In DLF Qutb Enclave too, RWA manager SP Malhotra says 50% of residents are members.

The problem of getting new residents to join the RWAs seems to be confined to the older colonies developed by the state run Haryana Urban Development Authority (HUDA). In Sector 23, Malkan Singh Yadav, who belongs to Gurgaon is the president. He continues to farm a tract of agricultural land in Manesar, a few kilometres from Gurgaon.

“When people move in here I go around with folded hands asking them to join, but they are disinterested.” He says there are cultural differences between him and the new settlers from Delhi. “Villagers greet each other, they are caring. These people are not,” he says.

But the issues, he points out, are the same. “In Carterpuri village, street lights, roads, sewage and water are serious matters. So is it here.” And lifestyles are changing. His son Satpal is studying to become a lawyer. He is disinterested in politics and feels that people are interested in voter identity cards only as a form of identity. His father agrees. “You need it to get your children into school, maybe to make a ration card. It is the village people who really vote.”

There are tensions between the villages and the new colonies. In Sector 23A the RWA president Brahm Prakash Yadav complains about security. Many homes have been burgled and he blames the village nearby for it. “We wanted to make a gate between us and the village, but the villagers are not permitting us.” Nearly 80% of people who have moved in belong to Delhi, he has tried to co-opt them by nominating two women among them as members of the RWA.

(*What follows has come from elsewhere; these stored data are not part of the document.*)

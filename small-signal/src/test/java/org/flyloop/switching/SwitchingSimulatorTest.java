package org.flyloop.switching;

import static org.junit.jupiter.api.Assertions.assertEquals;
import static org.junit.jupiter.api.Assertions.assertThrows;
import static org.junit.jupiter.api.Assertions.assertTrue;

import org.flyloop.spec.ControlSpec;
import org.flyloop.spec.StageSpec;
import org.flyloop.spec.ValueRange;
import org.flyloop.stage.ConductionMode;
import org.flyloop.stage.ExampleStages;
import org.junit.jupiter.api.Test;

/**
 * The fixed-duty simulation on its own, without the closed-form solver: published conversion
 * ratios, conservation of energy, and agreement of shooting with plain time stepping from
 * power-up. Reference: [EM] R. W. Erickson, D. Maksimović, Fundamentals of Power Electronics, 2nd
 * ed., 2001 — flyback CCM M = D/(n·(1 − D)) (Sec. 6.3.4); buck-boost DCM M = D/√K, K = 2L/(R·Ts)
 * (Ch. 5, Table 5.2), with the load referred to the primary.
 */
class SwitchingSimulatorTest {

    private static final ControlSpec CONTROL = ExampleStages.voltageMode(0.95);

    private static StageSpec ideal(double turns, double cout) {
        return new StageSpec(ValueRange.between(18, 36), 12, ValueRange.between(0.1, 3), 100e3,
                100e-6, turns, cout, 0, 0, 0);
    }

    /**
     * Ideal parts in DCM. The ratio is exact for a ripple-free output; with 100 µF the output ripple
     * is under 0.1 % of vout, which moves the average by its square, so 1e-5 is a fair bound.
     */
    @Test
    void dcmOutputFollowsTheBuckBoostRatio() {
        for (double turns : new double[] {1, 3}) {
            StageSpec stage = ideal(turns, 100e-6);
            for (double duty : new double[] {0.1, 0.2}) {
                double r = 120;
                SteadyState ss = new SwitchingSimulator(stage, CONTROL, 24, r).runToSteadyState(duty);
                assertEquals(ConductionMode.DCM, ss.mode());
                // [EM] Table 5.2: Vout = Vin·D·√(R·Ts/(2·Lm)), N drops out.
                double expected = 24 * duty * Math.sqrt(r * stage.periodS() / (2 * stage.lm()));
                assertEquals(expected, ss.voutAvgV(), expected * 1e-5, "N=" + turns + ", D=" + duty);
            }
        }
    }

    /**
     * Ideal parts in CCM. The ratio assumes a ripple-free output; here the 100 µF output ripples by
     * about 0.3 % of vout, which shifts the demagnetizing volt-seconds by a similar fraction of the
     * ripple; 0.1 % is the bound (measured about 0.02 %).
     */
    @Test
    void ccmOutputFollowsTheFlybackRatio() {
        for (double turns : new double[] {0.5, 2}) {
            StageSpec stage = ideal(turns, 100e-6);
            for (double duty : new double[] {0.3, 0.5, 0.7}) {
                double expected = 24 / turns * duty / (1 - duty); // [EM] Sec. 6.3.4
                double r = expected / 6; // about 6 A of load: deep CCM for every case
                SteadyState ss = new SwitchingSimulator(stage, CONTROL, 24, r).runToSteadyState(duty);
                assertEquals(ConductionMode.CCM, ss.mode());
                assertEquals(expected, ss.voutAvgV(), expected * 1e-3, "N=" + turns + ", D=" + duty);
                assertEquals(duty, ss.dutyApplied(), 1e-12);
            }
        }
    }

    /** Energy in = energy out + losses + change of stored energy, term by term from the simulation. */
    @Test
    void everyCycleConservesEnergy() {
        for (StageSpec stage : ExampleStages.all()) {
            for (double duty : new double[] {0.1, 0.45}) {
                double vin = stage.vin().min();
                double r = stage.vout() / stage.iout().max();
                SteadyState ss = new SwitchingSimulator(stage, CONTROL, vin, r).runToSteadyState(duty);
                PowerBalance p = ss.power();
                assertEquals(0, p.residualW(), p.inputW() * 1e-8, p.toString());
                assertTrue(p.efficiency() <= 1 + 1e-9 && p.efficiency() > 0.5, p.toString());
            }
        }
        // Also far from steady state: the first cycles after power-up.
        StageSpec stage = ExampleStages.offlineAdapter();
        SwitchingSimulator sim = new SwitchingSimulator(stage, CONTROL, 120, 6);
        CycleRunner runner = new CycleRunner(new FlybackCircuit(stage, 120, 6, 0), stage.periodS(), 1, 12);
        CircuitState state = CircuitState.DISCHARGED;
        for (int k = 0; k < 20; k++) {
            CycleResult cycle = runner.run(state, new FixedDuty(0.4));
            double stored = 0.5 * stage.lm() * (sq(cycle.end().imA()) - sq(state.imA()))
                    + 0.5 * stage.cout() * (sq(cycle.end().vcV()) - sq(state.vcV()));
            double in = 120 * cycle.integral(FlybackCircuit.INT_ISW);
            double out = cycle.integral(FlybackCircuit.INT_LOAD_ENERGY)
                    + stage.switchResistance() * cycle.integral(FlybackCircuit.INT_ISW_SQ)
                    + stage.rectifierDrop() * cycle.integral(FlybackCircuit.INT_ISEC)
                    + stage.esr() * cycle.integral(FlybackCircuit.INT_IC_SQ);
            assertEquals(in, out + stored, in * 1e-9, "cycle " + k);
            state = cycle.end();
        }
        assertTrue(sim.runToSteadyState(0.4).voutAvgV() > state.vcV(), "still charging after 20 cycles");
    }

    /**
     * Shooting against brute force: a small output capacitor settles within a few hundred cycles
     * (slowest decay about 20 periods here), so plain time stepping from a discharged circuit must
     * land on the same orbit, in CCM (4 Ω, D = 0.4) and in DCM (40 Ω, D = 0.25).
     */
    @Test
    void powerUpSettlesOnTheShootingOrbit() {
        StageSpec stage = ideal(1, 10e-6);
        StageSpec lossy = new StageSpec(stage.vin(), 12, stage.iout(), 100e3, 100e-6, 1, 10e-6, 0.02, 0.5, 0.2);
        double[][] cases = {{4, 0.4}, {40, 0.25}};
        ConductionMode[] modes = {ConductionMode.CCM, ConductionMode.DCM};
        for (StageSpec s : new StageSpec[] {stage, lossy}) {
            for (int c = 0; c < cases.length; c++) {
                double r = cases[c][0];
                double duty = cases[c][1];
                SwitchingSimulator sim = new SwitchingSimulator(s, CONTROL, 18, r);
                SteadyState ss = sim.runToSteadyState(duty);
                assertEquals(modes[c], ss.mode());
                Waveform powerUp = sim.simulate(new FixedDuty(duty), CircuitState.DISCHARGED, 700, 1);
                CircuitState end = powerUp.finalState();
                assertEquals(ss.periodStart().vcV(), end.vcV(), ss.periodStart().vcV() * 1e-7, "vc, R=" + r);
                assertEquals(ss.periodStart().imA(), end.imA(), Math.max(ss.ipkA() * 1e-7, 1e-12), "im, R=" + r);
                assertTrue(ss.isOrbitStable());
                assertTrue(ss.lastCycleChange() < SwitchingSimulator.SETTLED_CHANGE);
            }
        }
    }

    @Test
    void extraLoadCurrentActsLikeTheEquivalentResistor() {
        StageSpec stage = ExampleStages.telecomBrick();
        SwitchingSimulator base = new SwitchingSimulator(stage, CONTROL, 48, 5);
        SteadyState withSink = base.withExtraLoadCurrent(1.5).runToSteadyState(0.3);
        double v = withSink.voutAvgV();
        // A resistor drawing the same average current at that voltage; the ripple makes the two
        // loads differ only by the ripple's effect on v/R, far below 1e-4.
        double equivalent = v / (v / 5 + 1.5);
        SteadyState withResistor = new SwitchingSimulator(stage, CONTROL, 48, equivalent).runToSteadyState(0.3);
        assertEquals(withResistor.voutAvgV(), v, v * 1e-4);
        assertEquals(withResistor.ipkA(), withSink.ipkA(), withSink.ipkA() * 1e-4);
        assertTrue(v < base.runToSteadyState(0.3).voutAvgV(), "more load, lower open-loop output");
    }

    @Test
    void waveformSamplesAreOrderedAndEdgesAreSharp() {
        StageSpec stage = ExampleStages.offlineAdapter();
        SwitchingSimulator sim = new SwitchingSimulator(stage, CONTROL, 120, 6);
        SteadyState ss = sim.runToSteadyState(0.4);
        Waveform w = sim.simulate(new FixedDuty(0.4), ss.periodStart(), 3, 50);
        double[] t = w.timeS();
        double[] sw = w.switchCurrentA();
        double[] rect = w.rectifierCurrentA();
        assertEquals(0, t[0]);
        assertEquals(3 * stage.periodS(), t[t.length - 1], 1e-18);
        for (int i = 1; i < t.length; i++) {
            assertTrue(t[i] >= t[i - 1], "time never runs back");
        }
        for (int i = 0; i < t.length; i++) {
            assertTrue(sw[i] == 0 || rect[i] == 0, "switch and rectifier never conduct together");
        }
        assertTrue(w.size() >= 150, "grid samples present");
        assertEquals(ss.periodStart().vcV(), w.finalState().vcV(), ss.periodStart().vcV() * 1e-9);
    }

    @Test
    void fixedDutyAboveTheLimitIsRefused() {
        SwitchingSimulator sim = new SwitchingSimulator(ExampleStages.ideal(), ExampleStages.voltageMode(0.6), 24, 4);
        IllegalArgumentException e = assertThrows(IllegalArgumentException.class, () -> sim.runToSteadyState(0.7));
        assertTrue(e.getMessage().contains("control.duty_max"), e.getMessage());
        assertThrows(IllegalArgumentException.class, () -> new FixedDuty(1));
        assertThrows(IllegalArgumentException.class,
                () -> new SwitchingSimulator(ExampleStages.ideal(), CONTROL, 24, 0));
    }

    private static double sq(double x) {
        return x * x;
    }
}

In Maruti Vihar, the president of the RWA, allege residents, refused to endorse applications and worried people called up Kaul asking what they should do. People’s Action has offered to endorse the applications. The drive has, says Kaul, made people realise the importance of electing responsible people to head their RWA.

No politics

It is said many of the RWAs in the old Huda sectors, are led by people with political affiliations. There have been efforts by local politicians to co-opt the wealthier residents as well.

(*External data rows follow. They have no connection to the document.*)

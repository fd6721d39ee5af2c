package org.flyloop.switching;

/**
 * Trapezoid-rule averages over sampled waveforms, written for the tests so that RMS and average
 * values can be taken from the samples independently of the integrals the simulator carries.
 * Samples sharing a time (switching edges) contribute nothing between them, as they should.
 */
final class WaveformMath {

    private WaveformMath() {
    }

    /** Time average of x over the sampled span. */
    static double mean(double[] t, double[] x) {
        double sum = 0;
        for (int i = 1; i < t.length; i++) {
            sum += (t[i] - t[i - 1]) * (x[i] + x[i - 1]) / 2;
        }
        return sum / (t[t.length - 1] - t[0]);
    }

    /**
     * RMS of x over the sampled span. Between samples x is taken as straight, so x² is integrated
     * exactly for the straight segment: (a² + a·b + b²)/3 times the width.
     */
    static double rms(double[] t, double[] x) {
        double sum = 0;
        for (int i = 1; i < t.length; i++) {
            double a = x[i - 1];
            double b = x[i];
            sum += (t[i] - t[i - 1]) * (a * a + a * b + b * b) / 3;
        }
        return Math.sqrt(sum / (t[t.length - 1] - t[0]));
    }
}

“One of the politicians did come to our People’s Action group meeting and said, since you are so many, we will choose a candidate among you and then you can vote for him,” says Bhalla, “We said no thank you. We are a non- political formation.” Lajpat Gupta agrees. “ We would like to be a pressure group and ensure citizens get their rights from the government. We want bhagidari, just like in Delhi.”
But they concur their votes count. “Every politician knows which area is going to have a high voter turnout,” says Gupta. “We can be a very, very big vote bank,” informs Bhalla.

RWAS deny that people want voter identity cards just as a means of identity.

“The residents came on their own to get themselves registered. They have a very clear intention of voting. To get grievances redressed you have to vote, there is no alternative,” says Bhalla.

“People I believe want to vote. We will be launching a campaign to get citizens to the polling booths. We believe our votes count,” says Gupta.